[DATA FOR PROCESSING — start]

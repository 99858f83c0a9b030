namespace ForceFit.Ingest.Streams;

/// <summary>
/// A block of samples in SI, owned by its source and reused: valid until the source's next <see cref="ISampleSource.Next"/>.
/// </summary>
public sealed class SampleBlock
{
    /// <summary>Creates a block with room for <paramref name="capacity"/> samples.</summary>
    public SampleBlock(int capacity)
    {
        Time = new double[capacity];
        Piezo = new double[capacity];
        Bias = new double[capacity];
        Signal = new double[capacity];
        LineOffsets = new int[capacity];
    }

    /// <summary>Time (s).</summary>
    public double[] Time { get; private set; }
    /// <summary>Recorded piezo reading (m).</summary>
    public double[] Piezo { get; private set; }
    /// <summary>Recorded bias (V).</summary>
    public double[] Bias { get; private set; }
    /// <summary>Signal: frequency (Hz) or deflection (V, or a pure number).</summary>
    public double[] Signal { get; private set; }
    /// <summary>Each sample's line (CSV) or index (HDF5) relative to <see cref="LineBase"/>.</summary>
    public int[] LineOffsets { get; private set; }
    /// <summary>The 1-based line (CSV) or 0-based index (HDF5) that offsets count from.</summary>
    public long LineBase { get; set; }
    /// <summary>Samples in the block.</summary>
    public int Count { get; set; }
    /// <summary>Room in the block.</summary>
    public int Capacity => Time.Length;

    /// <summary>The 1-based line (CSV) or 0-based index (HDF5) of sample <paramref name="i"/>.</summary>
    public long LineOf(int i) => LineBase + LineOffsets[i];

    /// <summary>Doubles the room, keeping the samples.</summary>
    public void Grow()
    {
        int size = Math.Max(16, 2 * Capacity);
        double[] t = Time, p = Piezo, v = Bias, s = Signal;
        int[] l = LineOffsets;
        Array.Resize(ref t, size); Array.Resize(ref p, size); Array.Resize(ref v, size); Array.Resize(ref s, size); Array.Resize(ref l, size);
        (Time, Piezo, Bias, Signal, LineOffsets) = (t, p, v, s, l);
    }
}

/// <summary>A source of samples for one run: CSV/TSV or HDF5. Time is checked to increase across the whole run.</summary>
public interface ISampleSource : IDisposable
{
    /// <summary>The next block of samples, or null when there are no more; the block is reused by the next call.</summary>
    SampleBlock? Next();

    /// <summary>Bytes of the input consumed so far (for progress).</summary>
    long BytesRead { get; }

    /// <summary>Total bytes of the input.</summary>
    long Length { get; }

    /// <summary>Warnings met so far (a truncated last line, ...).</summary>
    IReadOnlyList<string> Warnings { get; }
}

/// <summary>The four channels a sample source reads, in order: time, piezo, bias and the mode's signal.</summary>
public static class MappedChannels
{
    /// <summary>The run's column settings for time, piezo, bias and signal (frequency or deflection by mode).</summary>
    public static ForceFit.Ingest.RunFiles.ColumnSettings[] Of(ForceFit.Ingest.RunFiles.RunSettings run)
    {
        var signal = run.Instrument.Mode == ForceFit.Ingest.RunFiles.InstrumentMode.Deflection ? run.Columns.Deflection! : run.Columns.Frequency!;
        return [run.Columns.Time, run.Columns.Piezo, run.Columns.Bias, signal];
    }
}

/// <summary>
/// Where a run's four channels sit in a delimited file: the header (delimiter, columns, its line), each channel's
/// column index, name and factor to SI. Building it checks that every mapped column exists.
/// </summary>
/// <param name="Header">The file's header.</param>
/// <param name="Index">Column index of time, piezo, bias and signal.</param>
/// <param name="ToSi">Factor to SI of each of the four.</param>
/// <param name="Names">Column name of each of the four.</param>
public sealed record CsvLayout(ForceFit.Ingest.Data.DataFileHeader Header, int[] Index, double[] ToSi, string[] Names)
{
    /// <summary>The delimiter as a byte.</summary>
    public byte Separator => (byte)Header.Delimiter;

    /// <summary>Fields per row.</summary>
    public int FieldCount => Header.Columns.Count;

    /// <summary>Reads the header of the run's data file and maps the channels; problems name the file and column.</summary>
    public static CsvLayout For(ForceFit.Ingest.RunFiles.RunSettings run)
    {
        var header = ForceFit.Ingest.Data.DataFileProbe.ReadHeader(run.DataFile);
        var missing = ForceFit.Ingest.Data.DataFileProbe.CheckColumns(run);
        if (missing.Count > 0) throw new ForceFit.Core.Problems.InputException(missing);
        var columns = MappedChannels.Of(run);
        var names = header.Columns.ToList();
        return new CsvLayout(header, columns.Select(c => names.IndexOf(c.Name)).ToArray(),
            columns.Select(c => c.Unit.ToSi).ToArray(), columns.Select(c => c.Name).ToArray());
    }
}
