/// <summary>Record parsing shared by the CSV readers.</summary>
internal static class ChunkParsing
{
    /// <summary>Parses one cell; on failure says what is wrong with it, naming the column.</summary>
    public static bool Cell(ReadOnlySpan<byte> cell, string column, out double value, out string? problem)
    {
        problem = null;
        if (!FastNumber.TryParse(cell, out value))
        {
            problem = cell.Trim((byte)' ').Length == 0
                ? $"column '{column}': the cell is empty"
                : $"column '{column}': '{Encoding.UTF8.GetString(cell)}' is not a number";
            return false;
        }
        if (!double.IsFinite(value))
        {
            problem = $"column '{column}': '{Encoding.UTF8.GetString(cell)}' is not a finite number";
            return false;
        }
        return true;
    }

    /// <summary>Splits at the separator and parses each mapped field, saying what is wrong when it fails.</summary>
    public static bool Careful(ReadOnlySpan<byte> record, byte separator, int[] index, int fieldCount, string[] names, Span<double> values, out string? problem)
    {
        problem = null;
        int field = 0, start = 0;
        for (int i = 0; i <= record.Length; i++)
        {
            if (i < record.Length && record[i] != separator) continue;
            for (int c = 0; c < 4; c++)
            {
                if (index[c] != field) continue;
                if (!Cell(record[start..i], names[c], out values[c], out problem)) return false;
            }
            field++;
            start = i + 1;
        }
        if (field != fieldCount)
        {
            problem = $"the row has {field} fields, the header {fieldCount}";
            return false;
        }
        return true;
    }
}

[DATA FOR PROCESSING — finish]

WORK TO COMPLETE: Which of the lines above hold the string "ToSi"? Pick each of them out.

RESPONSE TO THIS TASK:
/// <param name="ToSi">Factor to SI of each of the four.</param>
public sealed record CsvLayout(ForceFit.Ingest.Data.DataFileHeader Header, int[] Index, double[] ToSi, string[] Names)
            columns.Select(c => c.Unit.ToSi).ToArray(), columns.Select(c => c.Name).ToArray());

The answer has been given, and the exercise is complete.